Most contracts cover multiple years. The only pieces of information about this being exported are the "Effective Date", the "Expiration Date", and the "Contract Value" of the contract. So, I am doing what I can. To determine the "year value" for a contract for a particular year, I divide the start and stop dates of the contract into their years and apportion the total contract to each year. For example, if a contract is due to pay $2 million and its effective date was 2021-04-01 and its expiration date was 2022-03-31. So, the the portion of the contract period in 2020 covered 9 months, the period covered in 2021 was 12 months and the period covered in 2022 was 3 months. So, the year values would be:
total value $ 2,000,000.00 covers 2020-04-01 to 2022-03-31 ------------------------------------------------------------------ 2020 value 750,000.00 covers 2020-04-01 to 2020-12-31 2021 value 1,000,000.00 covers 2021-01-01 to 2021-12-31 2022 value 250,000.00 covers 2022-01-01 to 2022-03-31The calculations are actually based precisely on the number of days of the contract period covered in each year, but this example hopefully makes clear how the contract value is divided up for reporting.
Note that my "year value" calculation has absolutely nothing to do with when the County is actually spending money on a contract. I am sure that a check register somewhere keeps track of precisely when checks are being sent out for these contracts. Is there some way that the County links these payments to the contract behind them to enable oversight? One would hope so, but I am not sure how or if the public can get the specific information about these payments from the contract information.

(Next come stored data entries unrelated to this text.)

package demo

import (
	"bytes"
	"fmt"
	"hash/fnv"
	"math"
	"math/rand/v2"
	"os"
	"path/filepath"
	"strconv"

	"huesolve/internal/atomicfile"
	"huesolve/spectrum"
)

// Names of the files the scenario writes, relative to its folder.
const (
	StandardsSheet = "standards.csv"      // calibration standards sheet
	ChecksSheet    = "checks.csv"         // check standards sheet
	SampleSheet    = "samples.csv"        // per-sample dilution and path length
	RunSheet       = "run.csv"            // the day's run in order: blanks, checks, samples weighed in replicate
	TruthFile      = "invented-truth.csv" // the concentrations the scenario put in
	SamplesDir     = "samples"            // production sample scans
	BlankFile      = "blank.csv"          // blank scanned with the samples
	HistoryFile    = "qc-history.db"      // QC history: earlier check-standard runs (written by the demo command)
)

// log10e is 1/ln(10) = 0.4343: absorbance noise per unit of relative
// transmittance noise, since dA = -log10(e) dT/T.
const log10e = 0.43429448190325176

// measure returns the scan's absorbance readings on the grid as the
// scenario's instrument would report them: the true absorbance bent by
// stray light, plus photometric noise and a random offset. The random
// numbers come from a PCG seeded by the scenario seeds and the scan name,
// so a scan reads the same on every run whatever else the scenario holds.
func (sc *Scenario) measure(s *Scan) []float64 {
	h := fnv.New64a()
	h.Write([]byte(s.Name))
	rng := rand.New(rand.NewPCG(sc.seed1, sc.seed2^h.Sum64()))
	offset := sc.offsetSD * rng.NormFloat64()
	out := make([]float64, len(sc.grid))
	for i, nm := range sc.grid {
		t := math.Pow(10, -sc.trueAbsorbance(s, nm))
		a := -math.Log10((t + sc.strayLight) / (1 + sc.strayLight))
		tn := log10e * sc.noiseT * math.Pow(10, a)
		sd := math.Sqrt(sc.noiseFloor*sc.noiseFloor + tn*tn)
		out[i] = a + offset + sd*rng.NormFloat64()
	}
	return out
}

// Write writes the scenario's files into dir (created if needed): the
// scans, the standards and check-standards sheets, the sample sheet and
// the invented truth. Every file is written atomically. It returns the
// paths written, relative to dir, in a fixed order.
func (sc *Scenario) Write(dir string) ([]string, error) {
	var written []string
	put := func(rel string, data []byte) error {
		p := filepath.Join(dir, filepath.FromSlash(rel))
		if err := os.MkdirAll(filepath.Dir(p), 0o755); err != nil {
			return fmt.Errorf("demo: %w", err)
		}
		if err := atomicfile.WriteBytes(p, data); err != nil {
			return fmt.Errorf("demo: %w", err)
		}
		written = append(written, rel)
		return nil
	}

	// Scans. Wide tables gather their columns first.
	wide := map[string][]*Scan{}
	var wideOrder []string
	all := make([]*Scan, 0, len(sc.Standards)+len(sc.Checks)+len(sc.Samples)+1)
	for _, group := range [][]Scan{sc.Standards, sc.Checks, {sc.blank}, sc.Samples} {
		for i := range group {
			all = append(all, &group[i])
		}
	}
	for i := range sc.Lots {
		for j := range sc.Lots[i].Preps {
			all = append(all, &sc.Lots[i].Preps[j].Scan)
		}
	}
	for _, s := range all {
		var buf bytes.Buffer
		var err error
		switch s.form {
		case formWide:
			if _, ok := wide[s.file]; !ok {
				wideOrder = append(wideOrder, s.file)
			}
			wide[s.file] = append(wide[s.file], s)
			continue
		case twoColumn:
			err = spectrum.WriteDelimited(&buf, []*spectrum.Spectrum{sc.spectrum(s, spectrum.Absorbance)},
				spectrum.WriteOptions{Comments: []string{sc.comment("scan " + s.Name)}})
		case percentT:
			err = spectrum.WriteDelimited(&buf, []*spectrum.Spectrum{sc.spectrum(s, spectrum.PercentT)},
				spectrum.WriteOptions{Comments: []string{sc.comment("scan " + s.Name + ", percent transmittance")}})
		case jcamp:
			err = spectrum.WriteJCAMP(&buf, sc.spectrum(s, spectrum.Absorbance),
				spectrum.JCAMPOptions{Compressed: true, Origin: sc.Lab + " (invented demo data)", Owner: "public domain"})
		}
		if err == nil {
			err = put(s.file, buf.Bytes())
		}
		if err != nil {
			return written, fmt.Errorf("demo: %s: %w", s.file, err)
		}
	}
	for _, f := range wideOrder {
		var ss []*spectrum.Spectrum
		for _, s := range wide[f] {
			ss = append(ss, sc.spectrum(s, spectrum.Absorbance))
		}
		var buf bytes.Buffer
		err := spectrum.WriteDelimited(&buf, ss, spectrum.WriteOptions{
			Comments: []string{sc.comment("absorbance scans, one per column")}})
		if err == nil {
			err = put(f, buf.Bytes())
		}
		if err != nil {
			return written, fmt.Errorf("demo: %s: %w", f, err)
		}
	}

	// Sheets.
	if err := put(StandardsSheet, sc.sheet("calibration standards; a row of zeros is a blank", sc.Standards, false)); err != nil {
		return written, err
	}
	if err := put(ChecksSheet, sc.sheet("check standards of known composition", sc.Checks, true)); err != nil {
		return written, err
	}
	var b bytes.Buffer
	b.WriteString("sample,dilution,path_cm\n")
	for _, s := range sc.Samples {
		fmt.Fprintf(&b, "%s,%s,%s\n", s.Name, num(s.Dilution), num(s.pathCM))
	}
	if err := put(SampleSheet, b.Bytes()); err != nil {
		return written, err
	}
	if err := put(RunSheet, sc.runSheet()); err != nil {
		return written, err
	}
	if err := put(TruthFile, sc.truth()); err != nil {
		return written, err
	}
	return written, nil
}

func num(v float64) string { return strconv.FormatFloat(v, 'g', -1, 64) }

func (sc *Scenario) header() string {
	var b bytes.Buffer
	for _, d := range sc.Dyes {
		fmt.Fprintf(&b, ",%s (%s)", d.Name, concUnit)
	}
	return b.String()
}

// comment is the first line of every scan and standards sheet.
func (sc *Scenario) comment(what string) string {
	return sc.Lab + " (invented demo data): " + what
}

// Reading precision of the invented instrument: absorbance to 1e-5,
// percent transmittance to 1e-4, as decimal places. Values are rounded as
// math.Round(v·10^d)/10^d, which gives the double nearest the decimal.
const (
	absDigits  = 1e5
	pctTDigits = 1e4
)

// spectrum returns the scan as measured, rounded to the instrument's
// reading precision, in quantity q (Absorbance or PercentT).
func (sc *Scenario) spectrum(s *Scan, q spectrum.Quantity) *spectrum.Spectrum {
	v := sc.measure(s)
	scale := absDigits
	if q == spectrum.PercentT {
		scale = pctTDigits
		for i := range v {
			v[i] = 100 * math.Pow(10, -v[i])
		}
	}
	for i := range v {
		v[i] = math.Round(v[i]*scale) / scale
	}
	name := s.Name
	if s.column != "" {
		name = s.column
	}
	return &spectrum.Spectrum{Name: name, Wavelengths: sc.grid, Values: v, Quantity: q,
		Source: spectrum.Source{File: s.file}}
}

func (sc *Scenario) sheet(what string, scans []Scan, withColumn bool) []byte {
	var b bytes.Buffer
	b.WriteString("# " + sc.comment(what) + "\n")
	b.WriteString("scan")
	if withColumn {
		b.WriteString(",column")
	}
	b.WriteString(sc.header() + "\n")
	for _, s := range scans {
		b.WriteString(s.file)
		if withColumn {
			b.WriteString("," + s.column)
		}
		for _, c := range s.Conc {
			b.WriteString("," + num(c))
		}
		b.WriteString("\n")
	}
	return b.Bytes()
}

// runSheet is the run sheet of the day's run (see huesolve sequence): a
// blank, then check standards bracketing the replicate preparations of
// each lot (sample name, lot as the group, mass and volume with their
// uncertainties), with clock times 4 minutes apart, and a blank at the
// end (the one of the check run).
func (sc *Scenario) runSheet() []byte {
	var b bytes.Buffer
	b.WriteString("# " + sc.comment("the day's run in measuring order; samples weighed and made up to volume") + "\n")
	b.WriteString("order,role,time,scan,column" + sc.header() + ",sample,group,mass,mass_unit,u_mass,volume,volume_unit,u_volume\n")
	checks := map[string]Scan{}
	for _, s := range sc.Checks {
		checks[s.Name] = s
	}
	order := 0
	row := func(role string, s Scan, conc bool, lab string) {
		order++
		mins := 4 * (order - 1)
		fmt.Fprintf(&b, "%d,%s,%02d:%02d,%s,%s", order, role, 9+mins/60, mins%60, s.file, s.column)
		for _, c := range s.Conc {
			if conc {
				b.WriteString("," + num(c))
			} else {
				b.WriteString(",")
			}
		}
		b.WriteString("," + lab + "\n")
	}
	const noLab = ",,,,,,,"
	row("blank", sc.blank, false, noLab)
	for i, l := range sc.Lots {
		row("check", checks["chk-"+strconv.Itoa(i+1)+"a"], true, noLab)
		for _, p := range l.Preps {
			row("sample", p.Scan, false, fmt.Sprintf("%s,%s,%s,g,%s,%s,mL,%s", p.Name, l.Name, num(p.MassG), num(p.UMassG), num(p.VolumeML), num(p.UVolumeML)))
		}
	}
	row("check", checks["chk-"+strconv.Itoa(len(sc.Lots)+1)+"a"], true, noLab)
	row("blank", checks["blank"], false, noLab)
	return b.Bytes()
}

func (sc *Scenario) truth() []byte {
	var b bytes.Buffer
	b.WriteString("sample" + sc.header() + fmt.Sprintf(",%s (%s),turbidity_400nm,trouble,note\n", sc.extra.Name, concUnit))
	for _, s := range sc.Samples {
		b.WriteString(s.Name)
		for _, c := range s.Conc {
			b.WriteString("," + num(c))
		}
		fmt.Fprintf(&b, ",%s,%s,%s,%q\n", num(s.unlisted), num(s.turbidity), s.Trouble, s.Note)
	}
	// The day's run: each preparation's extract, and the lot's content.
	for _, l := range sc.Lots {
		for _, p := range l.Preps {
			b.WriteString(p.Name)
			for _, c := range p.Conc {
				b.WriteString("," + num(math.Round(c*1e4)/1e4))
			}
			note := fmt.Sprintf("%s; %s g in %s mL; lot content", l.Note, num(p.MassG), num(p.VolumeML))
			for k, d := range sc.Dyes {
				if l.Content[k] != 0 {
					note += fmt.Sprintf(" %s %s mg/kg", d.Name, num(l.Content[k]))
				}
			}
			if p.Loss != 0 {
				note += fmt.Sprintf("; this preparation lost %s %%", num(100*p.Loss))
			}
			fmt.Fprintf(&b, ",0,0,,%q\n", note)
		}
	}
	return b.Bytes()
}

There are three kinds of ID numbers for contracts. The reasons for this have to do with what system was being used to track a contract when it was first seen. In the monthly "Contracts Report", these IDs appear under the "Contract ID Ariba" and "PO ID)" heading. In the "SA BC Report", the ID appears under the "Contract ID (PO ID)" heading. In how many contracts are which IDs defined? The data below shows the usage of these IDs in the data for June of 2022.

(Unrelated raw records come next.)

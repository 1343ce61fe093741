// Package units reads concentration units and converts between them.
//
// A unit is a mass or an amount of substance per volume: a numerator
// (kg, g, mg, µg, ng, pg; mol, mmol, µmol, nmol, pmol) over a volume
// (L, dL, mL, µL), written "mg/L", "mg L-1" or "mg·L⁻¹"; the molar
// shorthands M, mM, µM, nM and pM (mol/L and its parts); and ppm and ppb,
// taken as mg/L and µg/L (see PPM). The micro prefix may be written with
// the micro sign µ (U+00B5), the Greek mu μ (U+03BC) or an ASCII u, and
// litre as L or l. Any other text is a unit this package does not know:
// it may be carried as it is, but never converted.
//
// Two units of one kind (both mass per volume, or both amount per volume)
// differ by a power of ten, applied exactly (see Conversion.Apply). A
// mass and an amount per volume convert only with the compound's molar
// mass M in g/mol: mass concentration = amount concentration × M
// (the definition of molar mass, n = m/M, divided by the volume; common
// practice, any general chemistry text).
package units

import (
	"errors"
	"fmt"
	"strconv"
	"strings"
)

// Kind is what a unit measures.
type Kind int

const (
	// Unknown is a unit this package does not read.
	Unknown Kind = iota
	// Mass is a mass per volume (base g/L).
	Mass
	// Amount is an amount of substance per volume (base mol/L).
	Amount
)

// String names the kind in words for messages.
func (k Kind) String() string {
	switch k {
	case Mass:
		return "a mass per volume"
	case Amount:
		return "an amount of substance per volume (molar)"
	}
	return "not a concentration unit this tool knows"
}

// Unit is a concentration unit as read.
type Unit struct {
	Text string // as written, trimmed
	Kind Kind
	// Exp is the unit's power of ten relative to its kind's base (g/L or
	// mol/L): -3 for mg/L and mM, -6 for µg/L; 0 for Unknown.
	Exp int
	// PPM marks ppm and ppb, mass fractions taken as mass per volume.
	PPM bool
}

// PPM states the assumption under which ppm and ppb are converted: in a
// dilute aqueous solution (density 1 g/mL) one part per million by mass
// is 1 mg/L and one part per billion 1 µg/L (common practice). The
// assumption is stated wherever a ppm or ppb conversion is reported.
const PPM = "ppm and ppb taken as mg/L and µg/L (dilute aqueous solution, density 1 g/mL)"

// Micro is the micro sign used when this package writes a unit.
const Micro = "\u00b5"

var (
	// massExp and amountExp are the numerators' powers of ten.
	massExp   = map[string]int{"kg": 3, "g": 0, "mg": -3, "µg": -6, "ng": -9, "pg": -12}
	amountExp = map[string]int{"mol": 0, "mmol": -3, "µmol": -6, "nmol": -9, "pmol": -12}
	// volumeExp are the denominators' powers of ten (litre is the base).
	volumeExp = map[string]int{"L": 0, "dL": -1, "mL": -3, "µL": -6}
	// molarExp are the shorthands for mol/L and its parts.
	molarExp = map[string]int{"M": 0, "mM": -3, "µM": -6, "nM": -9, "pM": -12}
	// ppmExp are the mass fractions read as mass per volume (see PPM).
	ppmExp = map[string]int{"ppm": -3, "ppb": -6}
)

// normalise writes the micro prefix as Micro, so that the tables above
// need one spelling of it.
func normalise(s string) string {
	s = strings.ReplaceAll(s, "\u03bc", Micro)
	if strings.HasPrefix(s, "u") {
		s = Micro + s[1:]
	}
	return s
}

// volume is normalise for a denominator, with litre also written l.
func volume(s string) string {
	s = normalise(s)
	if strings.HasSuffix(s, "l") {
		s = s[:len(s)-1] + "L"
	}
	return s
}

// perVolume splits "num/den", "num den-1", "num·den⁻¹" (and "^-1")
// into numerator and denominator.
func perVolume(s string) (num, den string, ok bool) {
	if num, den, ok = strings.Cut(s, "/"); ok {
		return strings.TrimSpace(num), strings.TrimSpace(den), true
	}
	for _, inv := range []string{"^-1", "-1", "⁻¹", "−1"} {
		if rest, found := strings.CutSuffix(s, inv); found {
			for _, sep := range []string{"·", "⋅", " ", "*"} {
				if num, den, ok = strings.Cut(rest, sep); ok {
					return strings.TrimSpace(num), strings.TrimSpace(den), true
				}
			}
		}
	}
	return "", "", false
}

// Parse reads a concentration unit. Text it does not know gives a Unit of
// kind Unknown, not an error: such a unit is carried but not converted.
func Parse(s string) Unit {
	u := Unit{Text: strings.TrimSpace(s)}
	if e, ok := ppmExp[strings.ToLower(u.Text)]; ok {
		u.Kind, u.Exp, u.PPM = Mass, e, true
		return u
	}
	if e, ok := molarExp[normalise(u.Text)]; ok {
		u.Kind, u.Exp = Amount, e
		return u
	}
	num, den, ok := perVolume(u.Text)
	if !ok {
		return u
	}
	num, den = normalise(num), volume(den)
	dv, ok := volumeExp[den]
	if !ok {
		return u
	}
	if e, ok := massExp[num]; ok {
		u.Kind, u.Exp = Mass, e-dv
	} else if e, ok := amountExp[num]; ok {
		u.Kind, u.Exp = Amount, e-dv
	}
	return u
}

// Same reports whether a and b are the same unit: the same text, or both
// known with the same kind and power of ten (mg/L and µg/mL; µM and
// µmol/L; ug/mL and µg/mL).
func Same(a, b Unit) bool {
	if a.Text == b.Text {
		return true
	}
	return a.Kind != Unknown && a.Kind == b.Kind && a.Exp == b.Exp && a.PPM == b.PPM
}

// Conversion takes a value in unit From to unit To: multiply by 10^Exp,
// then by MolarMass (amount to mass) or divide by it (mass to amount)
// when MolarMass is not 0.
type Conversion struct {
	From, To Unit
	Exp      int
	// MolarMass in g/mol, 0 when both units are of one kind.
	MolarMass float64
}

// ErrIncompatible is wrapped by Convert's refusals.
var ErrIncompatible = errors.New("units cannot be converted")

// Convert returns the conversion from unit from to unit to; molarMass
// (g/mol, 0 if not known) is needed only between a mass and an amount per
// volume. Units that are not the same text must both be known.
func Convert(from, to Unit, molarMass float64) (Conversion, error) {
	c := Conversion{From: from, To: to}
	if from.Text == to.Text {
		return c, nil
	}
	switch {
	case from.Kind == Unknown:
		return c, fmt.Errorf("%w: %q is %s", ErrIncompatible, from.Text, from.Kind)
	case to.Kind == Unknown:
		return c, fmt.Errorf("%w: %q is %s", ErrIncompatible, to.Text, to.Kind)
	case from.Kind == to.Kind:
		c.Exp = from.Exp - to.Exp
		return c, nil
	case molarMass == 0:
		return c, fmt.Errorf("%w: %q is %s and %q is %s; converting needs the compound's molar mass", ErrIncompatible, from.Text, from.Kind, to.Text, to.Kind)
	}
	if err := CheckMolarMass(molarMass); err != nil {
		return c, err
	}
	// value in to = value in from × 10^from.Exp (base unit) × M^±1
	// (g/mol: mol/L -> g/L, or back) × 10^-to.Exp.
	c.Exp, c.MolarMass = from.Exp-to.Exp, molarMass
	return c, nil
}

// Identity reports whether the conversion leaves values unchanged.
func (c Conversion) Identity() bool { return c.Exp == 0 && c.MolarMass == 0 }

// Apply converts v. The power of ten is applied as one multiplication by
// 10^Exp when Exp >= 0 and one division by 10^-Exp otherwise, both powers
// exact in float64 for |Exp| <= 22, so that 2.5 µg/L is 0.0025 mg/L as
// the literal 0.0025 reads, not 2.5 × 0.001 rounded twice.
func (c Conversion) Apply(v float64) float64 {
	switch {
	case c.Exp > 0:
		v *= pow10(c.Exp)
	case c.Exp < 0:
		v /= pow10(-c.Exp)
	}
	switch {
	case c.MolarMass == 0:
	case c.From.Kind == Amount:
		v *= c.MolarMass
	default:
		v /= c.MolarMass
	}
	return v
}

// pow10 is 10^n for 0 <= n <= 22, exact in float64.
func pow10(n int) float64 {
	p := 1.0
	for range n {
		p *= 10
	}
	return p
}

// String describes the conversion for a report: "µg/mL to mg/L (× 1)",
// "µmol/L to mg/L (× 534.4 g/mol × 10^-3)", with the ppm assumption
// when a ppm unit is involved.
func (c Conversion) String() string {
	var f string
	switch {
	case c.MolarMass != 0 && c.From.Kind == Amount:
		f = "× " + num(c.MolarMass) + " g/mol"
	case c.MolarMass != 0:
		f = "÷ " + num(c.MolarMass) + " g/mol"
	}
	switch {
	case c.Exp != 0 && f != "":
		f += fmt.Sprintf(" × 10^%d", c.Exp)
	case c.Exp != 0:
		f = fmt.Sprintf("× 10^%d", c.Exp)
	case f == "":
		f = "× 1"
	}
	s := fmt.Sprintf("%s to %s (%s)", c.From.Text, c.To.Text, f)
	if c.From.PPM || c.To.PPM {
		s += "; " + PPM
	}
	return s
}

func num(v float64) string { return strconv.FormatFloat(v, 'g', -1, 64) }

// Header is what a column heading's brackets hold: a unit and, after a
// semicolon, optionally the compound's molar mass: "µmol/L; M=534.4 g/mol".
type Header struct {
	Unit      string  // the unit as written, trimmed
	MolarMass float64 // g/mol; 0 when not given
}

// ParseHeader reads the text inside a column heading's brackets.
func ParseHeader(s string) (Header, error) {
	unit, rest, hasM := strings.Cut(s, ";")
	h := Header{Unit: strings.TrimSpace(unit)}
	if h.Unit == "" {
		return h, errors.New("no unit before the semicolon")
	}
	if !hasM {
		return h, nil
	}
	m, err := parseMolarMassAssign(rest)
	if err != nil {
		return h, err
	}
	h.MolarMass = m
	return h, nil
}

// parseMolarMassAssign reads "M=534.4 g/mol" (spaces optional).
func parseMolarMassAssign(s string) (float64, error) {
	s = strings.TrimSpace(s)
	name, val, ok := strings.Cut(s, "=")
	if !ok || strings.TrimSpace(name) != "M" {
		return 0, fmt.Errorf("%q after the semicolon: write the molar mass as M=534.4 g/mol", s)
	}
	return ParseMolarMass(val, true)
}

// MolarMassUnit is the one unit molar masses are written in.
const MolarMassUnit = "g/mol"

// ParseMolarMass reads a molar mass in g/mol: a number > 0, followed by
// "g/mol" when withUnit (a molar-mass row states its unit in its label).
func ParseMolarMass(s string, withUnit bool) (float64, error) {
	t := strings.TrimSpace(s)
	if withUnit {
		var ok bool
		if t, ok = strings.CutSuffix(t, MolarMassUnit); !ok {
			return 0, fmt.Errorf("molar mass %q: give it in g/mol, e.g. M=534.4 g/mol", strings.TrimSpace(s))
		}
		t = strings.TrimSpace(t)
	}
	if !strings.Contains(t, ".") {
		t = strings.Replace(t, ",", ".", 1) // a decimal comma
	}
	v, err := strconv.ParseFloat(t, 64)
	if err != nil {
		return 0, fmt.Errorf("molar mass %q is not a number", strings.TrimSpace(s))
	}
	return v, CheckMolarMass(v)
}

// CheckMolarMass refuses a molar mass (g/mol) that is not above 0 and at
// most MaxMolarMass.
func CheckMolarMass(v float64) error {
	if !(v > 0) || v > MaxMolarMass {
		return fmt.Errorf("molar mass %s: want a number of g/mol above 0 and at most %g", num(v), float64(MaxMolarMass))
	}
	return nil
}

// MaxMolarMass bounds a molar mass (g/mol): far above any dye or small
// molecule, and above most proteins, so a larger number is a slip
// (project choice).
const MaxMolarMass = 1e7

count contract_id ariba_id sap_id 1327 NON_NULL NULL NULL 127 NULL NON_NULL NON_NULL 496 NULL NON_NULL NULL 271 NULL NULL NON_NULL
I have recently noticed (July 2023) that there are two types of id sets. In one case, the contracts are listed in a report with a title like 'Contracts Report for Month of April 2023.pdf'. In this report, each contract has an Ariba Id, an SAP Id, or both and the set of these two is unique. Also, A single contract can point to more than one agency. For example, a contract with an Ariba Id number 'CW2239242' with 'VICTORY SUPPLY' relates to:
Therefore, in order to track a contract from month to month, one must look for whichever pair of values is appropriate. Of course, a contract can be amended and one of its Id numbers can change. It is not clear how this can be tracked. One could combine the contract rows but the SA/BC report shows how much money goes to each agency and the Contracts report does not, and it would not be good to lose that detail.
An example is:
Agency: Controller-Treasurer Dept - 110 Contract Id: 4300018669 Vendor: AYA HEALTHCARE INC Start: 5/15/2020 End: 6/30/2023 Amount: $ 95,885,456.93 Dewscription: Consulting Services Agency: Facilities and Fleet Department - 263 Contract Id: 4300018669 Vendor: AYA HEALTHCARE INC Start: 5/15/2020 End: 6/30/2023 Amount: $ 5,000,000.00 Dewscription: Consulting Services Agency: Health & Hospital Systems - 921 Contract Id: 4300018669 Vendor: AYA HEALTHCARE INC Start: 5/15/2020 End: 6/30/2023 Amount: $ 38,370,967.07 Dewscription: Consulting ServicesThis vendor has other contracts and, as makes sense, they have different Contract Id numbers.
The only place we actually need to identity the contract is when we are relating documents to a contract. And listing the contracts multiple times is not unforgivable. If there are three documents for the contract above, showing those three documents three different times should not be a problem. A page that shows a single contract and its history would want to combine these contracts into one.